I just filed a PR with the failing test right now: <https://github.com/druid-io/druid/pull/4744>.
I used the sample data set from <https://metamarkets.com/2013/histograms/> as it demonstrated the problem of quantiles returning max. I’ve been comparing the implementation of getQuantiles() with the BH/TT paper as well as looking into the histogram construction itself. Using the data set above:
Original dataset: 1, 2, 3, 4, 5, 6, 7, 8, 9, 10, 12, 12, 12, 15, 20, 25, 25, 25
ApproximateHistogram{size=20, lowerLimit=-Infinity, upperLimit=Infinity, positions=[1.0, 2.0, 3.0, 4.0, 5.0, 6.0, 7.0, 8.0, 9.0, 10.0, 12.0, 15.0, 20.0, 25.0], bins=[1, 1, 1, 1, 1, 1, 1, 1, 1, 1, 3, 1, 1, 3], binCount=14, min=1.0, max=25.0, count=18}
Histogram{breaks=[-0.26315784454345703, 1.0, 2.263157844543457, 3.526315689086914, 4.789473533630371, 6.052631378173828, 7.315789222717285, 8.578947067260742, 9.8421049118042, 11.105262756347656, 12.368420600891113, 13.63157844543457, 14.894736289978027, 16.157894134521484, 17.421051025390625, 18.684207916259766, 19.947364807128906, 21.210521697998047, 22.473678588867188, 23.736835479736328, 25.0], counts=[1.0, 1.0, 1.0, 1.0, 2.0, 1.0, 1.0, 1.0, 1.0, 3.0, 0.0, 0.0, 1.0, 0.0, 0.0, 0.0, 1.0, 0.0, 0.0, 3.0]}
And walking through the quantiles (q=0.1 through 0.95):
0.1 1.8
0.2 3.6
0.3 5.3999999999999995
0.4 7.2
0.5 9.0
0.6 11.049390153191919
0.7 12.376388603226825
0.8 17.0
0.9 23.520797289396146
0.95 25.164854858377943
I’ve been trying to figure out if this is a case where the algorithm for dealing with the trapezoid falls under the special case as outlined in the paper (section 2.1, paragraph 4):
The
case where b < p1 or b > pB requires special treatment.

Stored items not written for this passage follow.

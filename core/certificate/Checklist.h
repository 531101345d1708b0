// SPDX-License-Identifier: GPL-3.0-or-later
#pragma once

#include "core/evaluate/Evaluation.h"
#include "core/record/Record.h"

#include <string>
#include <vector>

namespace spanwright {

/// What a calibration certificate asks for and the record does not yet give (ISO/IEC 17025:2017, 7.8; ILAC P14; ILAC G8). The
/// sentence is made in ui/certificate/CertificateText. Beside each: the requirement.
enum class Gap {
    NoLaboratory,           ///< 7.8.2.1 b
    NoLaboratoryAddress,    ///< 7.8.2.1 b
    NoNumber,               ///< 7.8.2.1 d
    NoCustomer,             ///< 7.8.2.1 e
    NoCustomerContact,      ///< 7.8.2.1 e
    NoMethod,               ///< 7.8.2.1 f
    NoMethodEdition,        ///< 7.2.1
    NoDescription,          ///< 7.8.2.1 g
    NoMaker,                ///< 7.8.2.1 g
    NoModel,                ///< 7.8.2.1 g
    NoSerial,               ///< 7.8.2.1 g; "none" is an answer
    NoRange,                ///< 7.8.2.1 g
    NoOutput,               ///< without it there is no error of indication
    NoCondition,            ///< 7.8.2.1 g
    NoReceipt,              ///< 7.8.2.1 h
    NoPlace,                ///< 7.8.2.1 c; "at the laboratory" is an answer
    NoCustomerData,         ///< 7.8.2.2; "none" is an answer
    NoExternalProviders,    ///< 7.8.2.1 p; "none" is an answer
    NumberUsedElsewhere,    ///< 7.8.2.1 d; from the folder, not from the record; facts: number, file
    NoCalibrationDate,      ///< 7.8.2.1 i
    CalibratedAfterIssue,   ///< 7.8.2.1 i; facts: calibrated, issued
    CalibratedBeforeReceipt,///< facts: calibrated, received
    NoUnit,                 ///< 7.8.2.1 m; facts: quantity
    NoResults,              ///< 7.8.2.1 m
    PlanNotDone,            ///< facts: phase, planned, complete
    ExclusionWithoutReason, ///< 7.8.2.1 n; facts: count
    ManyExcluded,           ///< facts: phase, count, of, limit
    NotPerformed,           ///< no name of the person who performed
    NotChecked,
    NotAuthorised,          ///< 7.8.2.1 o
    SignedBeforeCalibration, ///< facts: role, date, calibrated
    NoUncertainty,          ///< 7.8.4.1 a; facts: phase
    NoRepeatability,        ///< nothing was read twice; facts: phase
    OmittedWithoutReason,   ///< a line of the budget left out; facts: line
    NoConditions,           ///< 7.8.4.1 b
    ConditionMissing,       ///< 7.8.4.1 b; facts: quantity
    ConditionOutside,       ///< facts: quantity
    NoTraceability,         ///< 7.8.4.1 c
    NoStandard,             ///< 6.5; no standard that gives the reference
    StandardWithoutCertificate, ///< facts: standard
    StandardWithoutIssuer,
    StandardWithoutDue,
    StandardWithoutUncertainty,
    StandardUnitDiffers,    ///< facts: standard, unit, expected
    StandardOverdue,        ///< facts: standard, days
    StandardOverdueAccepted,///< the same with a reason and a name; facts: standard, days, by
    StandardRangeTooSmall,  ///< facts: standard
    CorrectionNotApplied,   ///< 6.4.11; a table is there and said not to be used; facts: standard
    NoAsFound,              ///< 7.8.4.1 d
    NoAsLeft,               ///< 7.8.4.1 d
    AdjustmentNotDescribed, ///< 7.8.4.1 d
    AsLeftWithoutAdjustment,///< readings as left, but "adjusted" is not ticked
    NoSpecification,        ///< 7.8.6.2 b
    NoLimits,               ///< 7.8.6.2 b
    NoDecision,             ///< limits without an error to hold against them; facts: phase
    RuleNotAgreed,          ///< 7.1.3
    RuleAgreedLate,         ///< agreed after the readings; facts: agreed, calibrated
    NoFunction,             ///< no calibration function with a valid range; facts: phase
    RobustFunction,         ///< the robust fit is for comparison only
    RecalibrationNotAgreed, ///< 7.8.4.3
    NoReasonOfReplacement,  ///< 7.8.8
    ReplacesItself,         ///< 7.8.8.3
    SeriousFinding,         ///< facts: finding (index), phase
};

/// The last code, for a test that walks them all.
inline constexpr Gap lastGap = Gap::SeriousFinding;

/// Block: printed only as an incomplete draft. Warn: printed, and to be looked at.
enum class GapLevel { Block, Warn };

/// One gap, and where it is mended: a stage ("job", "bench", "budget", "certificate") and the path of a field as in the session
/// file ("job.customer", "standards.0.certificate", "signoffs.authorised").
struct ChecklistItem {
    Gap gap = Gap::NoLaboratory;
    GapLevel level = GapLevel::Block;
    std::string stage;
    std::string field;
    std::vector<Fact> facts;
    bool operator==(const ChecklistItem&) const = default;
};

/// That another session bears this certificate's number; for who knows the folder.
ChecklistItem numberUsedElsewhere(const std::string& number, const std::string& file);

/// What is missing or doubtful, in the order of the certificate, what blocks and what warns mixed.
std::vector<ChecklistItem> checklist(const Record& record, const Evaluation& evaluation);

/// Whether anything in the list blocks.
bool blocked(const std::vector<ChecklistItem>& list);

} // namespace spanwright
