// SPDX-License-Identifier: GPL-3.0-or-later
#pragma once

#include "core/certificate/Certificate.h"

#include <string>
#include <vector>

namespace spanwright {

/// What the machine-readable certificate takes from elsewhere.
struct CertificateXmlParts {
    std::string countryCode = "ZZ"; ///< ISO 3166-1; ZZ: not stated
    std::vector<std::string> statements; ///< sentences, in English
    std::string decisionRule;            ///< in words; empty where no conformity is stated
    std::string functionForm;            ///< the calibration function as an equation
    std::string pdfName, pdfBase64;      ///< the printed draft; empty: left out
};

/// The certificate in the open schema for digital calibration certificates, version 3.3.0, with values in the SI data model
/// (D-SI 2.2). Same digits as on paper. It is a draft as the paper is: its unique identifier ends with "-draft" until all three
/// people have signed off.
std::string certificateXml(const Certificate& certificate, const CertificateXmlParts& parts);

} // namespace spanwright
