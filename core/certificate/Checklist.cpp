// SPDX-License-Identifier: GPL-3.0-or-later
#include "core/certificate/Checklist.h"

#include "core/record/Fields.h"

#include <algorithm>
#include <cmath>

namespace spanwright {

namespace {

constexpr auto Block = GapLevel::Block;
constexpr auto Warn = GapLevel::Warn;

class List {
  public:
    void add(Gap gap, GapLevel level, const char* stage, std::string field, std::vector<Fact> facts = {}) {
        items_.push_back({gap, level, stage, std::move(field), std::move(facts)});
    }
    void want(const std::string& text, Gap gap, GapLevel level, const char* field) {
        if (text.find_first_not_of(" \t\n") == std::string::npos)
            add(gap, level, "job", field);
    }
    [[nodiscard]] std::vector<ChecklistItem> take() { return std::move(items_); }

  private:
    std::vector<ChecklistItem> items_;
};

std::string phaseName(Phase phase) {
    return std::string(nameOf(phase));
}

void identification(const Record& record, List& list) {
    const Job& job = record.job;
    const Item& item = record.item;
    list.want(job.laboratory, Gap::NoLaboratory, Block, "job.laboratory");
    list.want(job.laboratoryAddress, Gap::NoLaboratoryAddress, Block, "job.laboratory_address");
    list.want(job.certificateNumber, Gap::NoNumber, Block, "job.certificate_number");
    list.want(job.customer, Gap::NoCustomer, Block, "job.customer");
    list.want(job.customerContact, Gap::NoCustomerContact, Block, "job.customer_contact");
    list.want(job.method, Gap::NoMethod, Block, "job.method");
    list.want(job.methodEdition, Gap::NoMethodEdition, Block, "job.method_edition");
    list.want(item.description, Gap::NoDescription, Block, "item.description");
    list.want(item.maker, Gap::NoMaker, Block, "item.maker");
    list.want(item.model, Gap::NoModel, Block, "item.model");
    list.want(item.serial, Gap::NoSerial, Block, "item.serial");
    if (!item.rangeLow || !item.rangeHigh)
        list.add(Gap::NoRange, Warn, "job", item.rangeLow ? "item.range_high" : "item.range_low");
    const bool output = item.outputLow && item.outputHigh;
    if (!output && item.reference.unit != item.indication.unit)
        list.add(Gap::NoOutput, Warn, "job", item.outputLow ? "item.output_high" : "item.output_low");
    list.want(job.conditionReceived, Gap::NoCondition, Warn, "job.condition_received");
    list.want(job.received, Gap::NoReceipt, Warn, "job.received");
    list.want(job.place, Gap::NoPlace, Warn, "job.place");
    list.want(job.customerSupplied, Gap::NoCustomerData, Warn, "job.customer_supplied");
    list.want(job.externalProviders, Gap::NoExternalProviders, Warn, "job.external_providers");
    if (!job.replaces.empty() && job.replaces == job.certificateNumber)
        list.add(Gap::ReplacesItself, Block, "job", "job.certificate_number");
    if (!job.replaces.empty())
        list.want(job.replacesReason, Gap::NoReasonOfReplacement, Block, "job.replaces_reason");
    if (!job.recalibrationDate.empty() && !job.recalibrationAgreed)
        list.add(Gap::RecalibrationNotAgreed, Block, "job", "job.recalibration_agreed");
}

One possibility is to add two dummy bins
(p0,0) and (pB+1,0), where p0 and pB+1 are chosen using prior knowledge, according to which all or almost all the points in S are in the interval [p0, pB+1] (p0 and pB+1 can be determined on the fly
during the histogram’s construction).
Though I’m not sure how adding the dummy bins might help since their count is 0, and that wouldn’t do much in the summation.
I’ve got a different test case where the numbers are worse even with q=0.25 and 0.50, but I’ve yet to determine whether the histogram breaks is at fault there. The dataset above in the first example is small enough to deal in exposing this edge case.
In cases like this, I’m not sure if bins[i-1] becomes the min (floor) and bins[i] becomes the max (ceiling), such that the returned value for the quantile becomes the min or max if the calculated value is outside that predicted range.